Jakarta (ANTARA News) - Setiap industri atau pelaku usaha pariwisata dinilai harus memiliki kebijakan perlindungan anak guna mencegah terjadinya eksploitasi seksual anak di destinasi wisata.

"Agar setiap industri pariwisata punya kebijakan perlindungan anak di usaha atau destinasi pariwisata, sehingga anak-anak aman," kata Koordinator Ecpat (`Ending the Sexual Exploitation of Children`) Indonesia Ahmad Sofian di Jakarta, Kamis.

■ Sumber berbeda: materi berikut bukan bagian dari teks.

func TestDecodeHoldsForms(t *testing.T) {
	header := func(n string) string {
		return "lines " + n + " = " + n + " header + 0 blank + 0 comments + 0 rows; rows 0 read, 0 without value, 0 set aside; cells 0 read, 0 missing, 0 set aside\n*csvfeed.HoldError: "
	}
	units := func(l *pipeline.Layout) { l.UnitsLine, l.Values[0].UnitText = 2, "degC" }
	preamble := func(l *pipeline.Layout) { l.PreambleEnds = "^DATA" }
	tests := []struct {
		name   string
		layout func(*pipeline.Layout)
		text   string
		want   string
	}{
		{"none of the other names", func(l *pipeline.Layout) { l.Values[0].Or = []string{"TAVG", "TEMP"} }, "time,tavg\n", header("0") + `line 1: there is none of the columns "temp", "TAVG", "TEMP"; the columns are "time", "tavg"`},
		{"two of the other names", func(l *pipeline.Layout) { l.Values[0].Or = []string{"TAVG", "TEMP"} }, "TEMP,time,temp\n", header("0") + `line 1: the columns "temp", "TEMP" are there together, and the layout takes them for one; name the right one only`},
		{"one of the other names twice", func(l *pipeline.Layout) { l.Values[0].Or = []string{"TAVG"} }, "TAVG,time,TAVG\n", header("0") + `line 1: columns 1 and 3 are both named "TAVG"; give the number of the right one`},
		{"one column by two names", func(l *pipeline.Layout) {
			l.Values = append(l.Values, l.Values[0])
			l.Values[0].Or, l.Values[1].Column, l.Values[1].Or, l.Values[1].Sensor = []string{"TAVG"}, "TAVG", nil, "b"
		}, "time,TAVG\n", header("0") + `line 1: columns "temp" and "TAVG" of the layout are one`},
		{"column of a condition", long, "time,what,units,value\n", header("0") + `line 1: there is no column "unit", the nearest is "units"; the columns are "time", "what", "units", "value"`},

		{"another unit", units, "time,temp\n,degF\n2031-07-20 13:00,41\n", header("1") + `line 2: the unit of column 2 "temp" is "degF", and the layout was written for "degC"; see what it is now, and change unit and unit_text`},
		{"no unit", units, "time,temp\nUTC\n", header("1") + `line 2: the unit of column 2 "temp" is "", and the layout was written for "degC"; see what it is now, and change unit and unit_text`},
		{"another unit before the names", func(l *pipeline.Layout) { units(l); l.NamesLine, l.UnitsLine = 2, 1 }, ",K\ntime,temp\n", header("1") + `line 1: the unit of column 2 "temp" is "K", and the layout was written for "degC"; see what it is now, and change unit and unit_text`},
		{"units and a stray quote", units, "time,temp\n,\"degC\n", header("1") + `line 2: the units cannot be read: the quote at character 2, in column 2, is not closed on its line; a quote inside a quoted cell is written twice`},
		{"another unit after a preamble", func(l *pipeline.Layout) { units(l); preamble(l); l.DataLine = 4 }, "DATA\ntime,temp\n,degF\n---\n", header("3") + `line 3: the unit of column 2 "temp" is "degF", and the layout was written for "degC"; see what it is now, and change unit and unit_text`},

		{"preamble without end", preamble, "time,temp\n2031-07-20 13:00,5\n", header("2") + `the file ends after 2 lines, and none of them ends the preamble: none fits "^DATA"`},
		{"preamble longer than any", preamble, strings.Repeat("x\n", 1000) + "DATA\ntime,temp\n", header("999") + `line 1000: none of the first 1000 lines ends the preamble: none fits "^DATA"`},
		{"no names after the preamble", func(l *pipeline.Layout) { preamble(l); l.NamesLine = 2 }, "x\nDATA\nx\n", header("3") + "the file ends after 3 lines, and the column names are due on line 4"},
		{"end that is far into a line", func(l *pipeline.Layout) { l.PreambleEnds = "DATA" }, strings.Repeat("x", 5000) + "DATA\n", header("1") + `the file ends after 1 lines, and none of them ends the preamble: none fits "DATA"`},

		{"no station in the header", func(l *pipeline.Layout) {
			l.NamesLine, l.Station = 3, pipeline.StationColumn{Preamble: `^Id (\w*)`, Clocks: l.Station.Clocks}
		}, "Id \nid N1\ntime,temp\n2031-07-20 13:00,5\n", header("2") + `line 3: no line of the header says the station: none fits "^Id (\\w*)"`},
		{"station in the names only", func(l *pipeline.Layout) {
			preamble(l)
			l.Station = pipeline.StationColumn{Preamble: `(temp)`, Clocks: l.Station.Clocks}
		}, "DATA\ntime,temp\n", header("1") + `line 2: no line of the header says the station: none fits "(temp)"`},
		{"station far into a line, and after the names", func(l *pipeline.Layout) {
			l.NamesLine, l.DataLine, l.Station = 2, 4, pipeline.StationColumn{Preamble: `Id (\w+)`, Clocks: l.Station.Clocks}
		}, strings.Repeat("x", 5000) + "Id north\ntime,temp\nId north\n2031-07-20 13:00,5\n", header("2") + `line 3: no line of the header says the station: none fits "Id (\\w+)"`},
		{"no station in a preamble without names", func(l *pipeline.Layout) {
			preamble(l)
			l.NamesLine, l.Time.Columns, l.Values[0].Column = 0, []string{"1"}, "2"
			l.Station = pipeline.StationColumn{Preamble: `^Id (\w+)`, Clocks: l.Station.Clocks}
		}, "DATA\n2031-07-20 13:00,5\n", header("0") + `line 1: no line of the header says the station: none fits "^Id (\\w+)"`},
		{"over the share without a cell", func(l *pipeline.Layout) { long(l); l.MaxSetAside = 0.2 }, "time,what,unit,value\nx\n", `! line 2 row 1 column 0 "" wrong_width: has 1 of 4 columns
			lines 2 = 1 header + 0 blank + 0 comments + 1 rows; rows 0 read, 0 without value, 1 set aside; cells 0 read, 0 missing, 0 set aside
			*csvfeed.HoldError: 1 of 1 rows (100 %) could not be read, the feed allows 20 %; first: line 2: has 1 of 4 columns`},
	}
	for _, tt := range tests {
		t.Run(tt.name, func(t *testing.T) {
			l := hourly()
			tt.layout(l)
			diff(t, decode(t, l, "", strings.NewReader(tt.text)), tt.want)
		})
	}
}

// TestBeginningWithoutHeader: what a file has grown by cannot be read if its
// beginning has no whole header.
func TestBeginningWithoutHeader(t *testing.T) {
	for _, tt := range []struct {
		name   string
		layout func(*pipeline.Layout)
		head   string
		want   string
	}{
		{"no names", func(*pipeline.Layout) {}, "", "the file ends after 0 lines, and the column names are due on line 1"},
		{"no end of the preamble", func(l *pipeline.Layout) { l.PreambleEnds = "^DATA" }, "time,temp\n", `the file ends after 1 lines, and none of them ends the preamble: none fits "^DATA"`},
	} {
		t.Run(tt.name, func(t *testing.T) {
			l := hourly()
			tt.layout(l)
			plan, err := csvfeed.Compile(l)
			if err != nil {
				t.Fatal(err)
			}
			_, err = plan.DecodeRest(t.Context(), strings.NewReader(tt.head), 5, strings.NewReader("2031-07-20 13:00,5\n"), "", &written{series: plan.Series()})
			if err == nil || err.Error() != tt.want {
				t.Errorf("got %v, want %s", err, tt.want)
			}
		})
	}
}
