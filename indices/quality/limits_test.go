package quality

import (
	"math/rand/v2"
	"testing"
	"time"

	"thawledger/pipeline"
)

// calm returns years of means that hardly change, 4 degC and a little more.
func calm(years int) Record {
	r := rand.New(rand.NewPCG(5, 5))
	first, end := pipeline.DayOf(2001, time.January, 1), pipeline.DayOf(2001+years, time.January, 1)
	var rec Record
	for d := first; d < end; d++ {
		rec = append(rec, DayValue{Day: d, MeanC: 4 + float64(r.IntN(17))/16, Observed: true})
	}
	return rec
}

// Where a record hardly changes, a change of 15 degC fails and one of less does
// not; a spike from 0.75 x 15 = 11.25 degC on both sides on. The day after a
// spike is not held to have stepped.
func TestLeastStep(t *testing.T) {
	rec := calm(6)
	at := func(d pipeline.Day, c float64) { rec.at(d).MeanC = c }
	step, small := pipeline.DayOf(2003, time.May, 10), pipeline.DayOf(2003, time.June, 10)
	for d := step - 1; d < step+1; d++ {
		at(d, 4)
	}
	at(step, 19)
	at(step+1, 11)
	at(small-1, 4)
	at(small, 18.9375)
	at(small+1, 11)
	spike, notQuite, great := pipeline.DayOf(2003, time.July, 10), pipeline.DayOf(2003, time.August, 10), pipeline.DayOf(2003, time.September, 10)
	for d, c := range map[pipeline.Day]float64{spike: 15.25, notQuite: 15.1875, great: -16} {
		at(d-1, 4)
		at(d, c)
		at(d+1, 4)
	}
	out := Daily(rec, Options{})
	for d, want := range map[pipeline.Day]Mask{
		step: MaskOf(Step), small: 0, spike: MaskOf(Spike), notQuite: 0, great: MaskOf(Step, Spike), great + 1: 0,
	} {
		if got := of(out, d).Failed & MaskOf(Step, Spike); got != want {
			t.Errorf("%s: failed %q; want %q", d, got, want)
		}
	}
	if of(out, great+1).Tested.Has(Step) || !of(out, great+2).Tested.Has(Step) {
		t.Error("the step back from a spike is tested")
	}
	// without a distribution: 25 degC
	short := Record{{Day: 0, Observed: true}, {Day: 1, MeanC: 24.9375, Observed: true}, {Day: 2, MeanC: -0.0625, Observed: true}}
	for i, want := range []Mask{0, 0, MaskOf(Step)} {
		if got := Daily(short, Options{})[i].Failed & MaskOf(Step); got != want {
			t.Errorf("short record, day %d: failed %q; want %q", i, got, want)
		}
	}
}

// A tenth between maximum and minimum is not flat; 40 degC are not lagged across
// a hole.
func TestFlatAndLagged(t *testing.T) {
	both := func(d pipeline.Day, minC, maxC float64) DayValue {
		return DayValue{Day: d, MinC: minC, MaxC: maxC, HasMin: true, HasMax: true}
	}
	for _, c := range []struct {
		minC, maxC float64
		want       Mask
	}{
		{2.2, 2.3, 0}, {-31.3, -31.2, 0}, {2.2, 2.25, MaskOf(Persistence)}, {-10, 29.9, 0}, {-10, 30, MaskOf(LaggedRange)},
	} {
		if got := Daily(Record{both(0, c.minC, c.maxC)}, Options{})[0].Failed; got != c.want {
			t.Errorf("%v to %v degC: failed %q; want %q", c.minC, c.maxC, got, c.want)
		}
	}
	hole := Record{{Day: 1, MinC: -35, HasMin: true}, {Day: 5, MaxC: 20, HasMax: true}}
	for _, o := range Daily(hole, Options{}) {
		if o.Tested.Has(LaggedRange) {
			t.Errorf("%+v", o)
		}
	}
	// a warm minimum on the day after: the end of an inversion
	if o := Daily(Record{both(1, -48, -40), both(2, -47, -5), both(3, -15, -6)}, Options{})[1]; o.Failed.Has(LaggedRange) {
		t.Errorf("%+v", o)
	}
	if o := Daily(Record{both(1, -48, -40), both(2, -47, -5), both(3, -46, -40)}, Options{})[1]; !o.Failed.Has(LaggedRange) {
		t.Errorf("%+v", o)
	}
}

// without takes days out of a record.
func without(rec Record, days ...pipeline.Day) Record {
	var out Record
next:
	for _, v := range rec {
		for _, d := range days {
			if v.Day == d {
				continue next
			}
		}
		out = append(out, v)
	}
	return out
}

// keep leaves of a record the days that ok accepts.
func keep(rec Record, ok func(d pipeline.Day) bool) Record {
	var out Record
	for _, v := range rec {
		if ok(v.Day) {
			out = append(out, v)
		}
	}
	return out
}

// A date's window is 15 days, of which 100 values are enough and 99 are not.
func TestWindowOfADate(t *testing.T) {
	for _, centre := range []pipeline.MonthDay{{Month: time.July, Day: 15}, {Month: time.January, Day: 3}, {Month: time.December, Day: 28}, {Month: time.March, Day: 1}} {
		tested := func(rec Record) (n int) {
			for _, o := range Daily(rec, Options{}) {
				if o.Tested.Has(Climatology) {
					n++
				}
			}
			return n
		}
		place := func(d pipeline.Day) int { _, p := dateOf(d); return int(p) }
		_, c := dateOf(centre.In(2004))
		apart := func(d pipeline.Day) int { return (place(d) - int(c) + 366 + 180) % 366 }
		rec := keep(calm(8), func(d pipeline.Day) bool { return 180-7 <= apart(d) && apart(d) <= 180+7 })
		rec = rec[len(rec)-100:] // exactly enough: for the centre and no other date
		if n := tested(rec); n < 6 || n > 7 {
			t.Errorf("%s: %d days tested; want the centre's of 6 or 7 years", centre, n)
		}
		for _, d := range []pipeline.Day{rec[0].Day, rec[50].Day, rec[99].Day} {
			if n := tested(without(rec, d)); n != 0 {
				t.Errorf("%s: %d days tested with 99 values", centre, n)
			}
		}
	}
}

// Each way in which one day's values reach another's outcome: it does change,
// and MayChange says so.
func TestMayChangeReaches(t *testing.T) {
	day := func(y int, m time.Month, d int) pipeline.Day { return pipeline.DayOf(y, m, d) }
	month := func(rec Record, m time.Month, values int) Record { // leaves the last so many of a month
		left := 0
		for _, v := range rec {
			if _, mm, _ := v.Day.Date(); mm == m {
				left++
			}
		}
		return keep(rec, func(d pipeline.Day) bool {
			if _, mm, _ := d.Date(); mm == m {
				left--
				return left < values
			}
			return true
		})
	}
	// 6 years of calm; in September 2006 changes of 20 degC on the 1st and the
	// 20th, and a spike of 20 on the last day
	stepped := func() Record {
		rec := calm(6)
		for d := day(2006, time.September, 20); d < day(2006, time.September, 25); d++ {
			rec.at(d).MeanC += 20
		}
		for d := day(2006, time.September, 1); d < day(2006, time.September, 5); d++ {
			rec.at(d).MeanC += 20
		}
		rec.at(day(2006, time.September, 30)).MeanC += 20
		return rec
	}
	// exactly 100 changes into days of September, that from 31 August 2004 among them
	hundred := month(stepped(), time.September, 101)
	stuck := calm(1)
	for d := day(2001, time.July, 15); d < day(2001, time.July, 15)+20; d++ {
		stuck.at(d).MeanC = 9
	}
	turn := keep(calm(7), func(d pipeline.Day) bool {
		_, m, n := d.Date()
		return m == time.December && n >= 22 || m == time.January && n <= 5
	})
	turn = turn[len(turn)-100:]
	for _, c := range []struct {
		name         string
		rec          Record
		changed, day pipeline.Day
	}{
		{"streak", stuck, day(2001, time.July, 15) + 19, day(2001, time.July, 15)},
		{"streak, backwards", stuck, day(2001, time.July, 15), day(2001, time.July, 15) + 19},
		{"date, over the turn of the year", turn, day(2005, time.January, 5), day(2006, time.December, 29)},
		{"month", month(calm(6), time.September, 100), day(2005, time.September, 2), day(2006, time.September, 28)},
		{"month, its first day", month(calm(6), time.September, 100), day(2005, time.September, 30), day(2006, time.September, 1)},
		{"changes of the next month, its first day", hundred, day(2004, time.August, 31), day(2006, time.September, 1)},
		{"changes of the next month", hundred, day(2004, time.August, 31), day(2006, time.September, 20)},
		{"spike on the last day of such a month", hundred, day(2004, time.August, 31), day(2006, time.October, 1)},
		{"spike on the last day of the month", hundred, day(2005, time.September, 12), day(2006, time.October, 1)},
	} {
		rec := c.rec
		before := Daily(rec, Options{})
		after := Daily(without(rec, c.changed), Options{})
		find := func(out []Outcome) Outcome {
			for _, o := range out {
				if o.Day == c.day {
					return o
				}
			}
			t.Errorf("%s: %s is not in the record", c.name, c.day)
			return Outcome{}
		}
		if len(before) != len(after)+1 {
			t.Errorf("%s: %s is not in the record", c.name, c.changed)
		}
		if a, b := find(before), find(after); a == b {
			t.Errorf("%s: %s does not change with %s: %s", c.name, c.day, c.changed, a.Failed)
		}
		if !MayChange(c.changed, c.day) {
			t.Errorf("%s: %s may change with %s", c.name, c.day, c.changed)
		}
	}
}

// A front reaches the neighbours a day later, or a day earlier.
func TestFrontAtTheNeighbours(t *testing.T) {
	for _, lag := range []int{-1, 1} {
		rec := calm(6)
		warm := 0.0
		for i := range rec {
			if i%11 == 0 {
				warm = 12 - warm
			}
			rec[i].MeanC += warm
		}
		late := make(Record, len(rec))
		for i := range rec {
			late[i] = rec[i]
			late[i].MeanC = rec[min(max(i-lag, 0), len(rec)-1)].MeanC
		}
		failed, tested := 0, 0
		opt := Options{Neighbours: []Record{late, late, late}}
		opt.Neighbours[1] = late[3:] // begins later
		for _, o := range Daily(rec, opt) {
			if o.Tested.Has(Neighbour) {
				tested++
			}
			if o.Failed.Has(Neighbour) {
				failed++
			}
		}
		if tested < len(rec)-10 || failed > 0 {
			t.Errorf("lag %d: %d of %d days tested, %d fail", lag, tested, len(rec), failed)
		}
	}
}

Sofian menilai kebijakan perlindungan anak bisa diterapkan menjadi salah satu persyaratan bagi setiap pelaku usaha wisata di destinasi wisata.

"Misalnya di tempat usaha wisata ada rambu-rambu, training stafnya, rekrutmen pegawai ada persyaratan, ada larangan-larangan dan apabila ada kejadian ke mana harus melapor," kata dia.

Menurut penelitian LSM yang bergerak di bidang penghapusan eksploitasi untuk anak tersebut tempat-tempat wisata sangat rawan terjadi eksploitasi seksual terhadap anak.

Penelitian Ecpat di 10 kabupaten destinasi wisata Indonesia menunjukkan empat di antaranya sangat rawan terhadap eksploitasi seksual anak.

Sofian melaporkan temuan di lingkungan tempat-tempat wisata mengetahui dan membiarkan terjadinya eksploitasi seksual anak.

Catatan Ecpat menunjukkan tren kasus eksploitasi seksual komersial anak di destinasi pariwisata di wilayah urban dan kota besar terjadi kegiatan prostitusi yang berpusat di pusat hiburan malam.

Sementara di destinasi wisata di daerah-daerah kasus eksploitasi seksual anak bermula dari pemandu wisata, terapis spa, hingga pendamping lagu.

Asisten Deputi Tata Kelola Destinasi Pariwisata Kementerian Pariwisata Oneng Setya Harini mengatakan setiap pelaku usaha diwajibkan memiliki Tanda Daftar Usaha Pariwisata (TDUP) yang mensyaratkan sejumlah ketentuan.

"Di situ selalu mencantumkan tentang kode etik pariwisata, termasuk tidak boleh ada narkoba, tidak ada eksploitasi anak, bebas dari penularan HIV-Aids. Kalau salah satu itu ada, berati tidak bisa dapat TDUP," kata Oneng.